Exercise requirements>
The records below should be set down in full, please, without any change.

[Saved entries]
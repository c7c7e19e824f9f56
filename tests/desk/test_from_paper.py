"""A round that was run on cards while the screens were away comes back at one go, or not at all."""

from __future__ import annotations

import pytest

from app.desk.errors import NotAllowedNow, SomebodyWasFirst
from app.desk.from_paper import PaperLine, bring_back
from app.desk.undo import undo
from app.meet.model import Result
from tests.cast import ADA, BO, CLEO, WANDA, Hall, kg
from tests.desk.checks import check_board


def lines(hall: Hall, *written: tuple[str, str, str]) -> list[PaperLine]:
    """Lines of the first round: who, weight, result."""
    return [PaperLine(hall.seen(name, 1), weight, result) for name, weight, result in written]


ROUND = ((ADA, "102,5", "good"), (BO, "110", "missed"), (CLEO, "", "passed"))


def test_a_round_from_paper_is_taken_in_as_written_and_the_bar_is_then_unknown(hall: Hall) -> None:
    said = bring_back(hall.desk, hall.platform_id, lines(hall, *ROUND), who=WANDA)
    assert said == "Brought back from paper: 3 attempts. The next change is a full build from empty."
    done = [(hall.attempt(name, 1).weight, hall.attempt(name, 1).result) for name in (ADA, BO, CLEO)]
    assert done == [(kg("102.5"), Result.GOOD), (kg(110), Result.MISSED), (kg(110), Result.PASSED)]
    assert hall.picture().bar.carries is None
    hall.declare(ADA, 2, "105")
    hand = hall.picture().bar.hand
    assert hand is not None
    assert hand.before is None
    check_board(hall.board())


def test_one_wrong_line_stops_the_whole_and_every_wrong_line_is_named(hall: Hall) -> None:
    before = hall.picture()
    written = ((ADA, "101", "good"), (BO, "a lot", "good"), (CLEO, "110", "splendid"))
    with pytest.raises(NotAllowedNow) as refused:
        bring_back(hall.desk, hall.platform_id, lines(hall, *written), who=WANDA)
    assert str(refused.value) == (
        "Bo Carver: Squat, 1st: “a lot” is not a weight. Type a number such as 142.5. "
        "Cleo Dahl: Squat, 1st: “splendid” is no result."
    )
    assert hall.picture() == before


def test_a_line_that_a_colleague_has_entered_meanwhile_is_told(hall: Hall) -> None:
    old = lines(hall, *ROUND)
    hall.lift(ADA, 1)
    with pytest.raises(SomebodyWasFirst, match="Ada Brook"):
        bring_back(hall.desk, hall.platform_id, old, who=WANDA)
    assert hall.attempt(BO, 1).result is Result.OPEN


def test_the_same_round_again_changes_nothing(hall: Hall) -> None:
    bring_back(hall.desk, hall.platform_id, lines(hall, *ROUND), who=WANDA)
    before = (hall.picture(), len(hall.journal()))
    said = bring_back(hall.desk, hall.platform_id, lines(hall, *ROUND), who=WANDA)
    assert said == "Nothing was typed that is not here already."
    assert (hall.picture(), len(hall.journal())) == before


def test_a_round_from_paper_can_be_undone(hall: Hall) -> None:
    bring_back(hall.desk, hall.platform_id, lines(hall, *ROUND), who=WANDA)
    undo(hall.desk, hall.platform_id, None, who=WANDA)
    assert [hall.attempt(name, 1).result for name in (ADA, BO, CLEO)] == [Result.OPEN] * 3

Output below>
repository c7c7e19e824f9f56
filename tests/desk/test_from_paper.py
"""A round that was run on cards while the screens were away comes back at one go, or not at all."""

from __future__ import annotations

import pytest

from app.desk.errors import NotAllowedNow, SomebodyWasFirst
from app.desk.from_paper import PaperLine, bring_back
from app.desk.undo import undo
from app.meet.model import Result
from tests.cast import ADA, BO, CLEO, WANDA, Hall, kg
from tests.desk.checks import check_board


def lines(hall: Hall, *written: tuple[str, str, str]) -> list[PaperLine]:
    """Lines of the first round: who, weight, result."""
    return [PaperLine(hall.seen(name, 1), weight, result) for name, weight, result in written]


ROUND = ((ADA, "102,5", "good"), (BO, "110", "missed"), (CLEO, "", "passed"))


def test_a_round_from_paper_is_taken_in_as_written_and_the_bar_is_then_unknown(hall: Hall) -> None:
    said = bring_back(hall.desk, hall.platform_id, lines(hall, *ROUND), who=WANDA)
    assert said == "Brought back from paper: 3 attempts. The next change is a full build from empty."
    done = [(hall.attempt(name, 1).weight, hall.attempt(name, 1).result) for name in (ADA, BO, CLEO)]
    assert done == [(kg("102.5"), Result.GOOD), (kg(110), Result.MISSED), (kg(110), Result.PASSED)]
    assert hall.picture().bar.carries is None
    hall.declare(ADA, 2, "105")
    hand = hall.picture().bar.hand
    assert hand is not None
    assert hand.before is None
    check_board(hall.board())


def test_one_wrong_line_stops_the_whole_and_every_wrong_line_is_named(hall: Hall) -> None:
    before = hall.picture()
    written = ((ADA, "101", "good"), (BO, "a lot", "good"), (CLEO, "110", "splendid"))
    with pytest.raises(NotAllowedNow) as refused:
        bring_back(hall.desk, hall.platform_id, lines(hall, *written), who=WANDA)
    assert str(refused.value) == (
        "Bo Carver: Squat, 1st: “a lot” is not a weight. Type a number such as 142.5. "
        "Cleo Dahl: Squat, 1st: “splendid” is no result."
    )
    assert hall.picture() == before


def test_a_line_that_a_colleague_has_entered_meanwhile_is_told(hall: Hall) -> None:
    old = lines(hall, *ROUND)
    hall.lift(ADA, 1)
    with pytest.raises(SomebodyWasFirst, match="Ada Brook"):
        bring_back(hall.desk, hall.platform_id, old, who=WANDA)
    assert hall.attempt(BO, 1).result is Result.OPEN


def test_the_same_round_again_changes_nothing(hall: Hall) -> None:
    bring_back(hall.desk, hall.platform_id, lines(hall, *ROUND), who=WANDA)
    before = (hall.picture(), len(hall.journal()))
    said = bring_back(hall.desk, hall.platform_id, lines(hall, *ROUND), who=WANDA)
    assert said == "Nothing was typed that is not here already."
    assert (hall.picture(), len(hall.journal())) == before


def test_a_round_from_paper_can_be_undone(hall: Hall) -> None:
    bring_back(hall.desk, hall.platform_id, lines(hall, *ROUND), who=WANDA)
    undo(hall.desk, hall.platform_id, None, who=WANDA)
    assert [hall.attempt(name, 1).result for name in (ADA, BO, CLEO)] == [Result.OPEN] * 3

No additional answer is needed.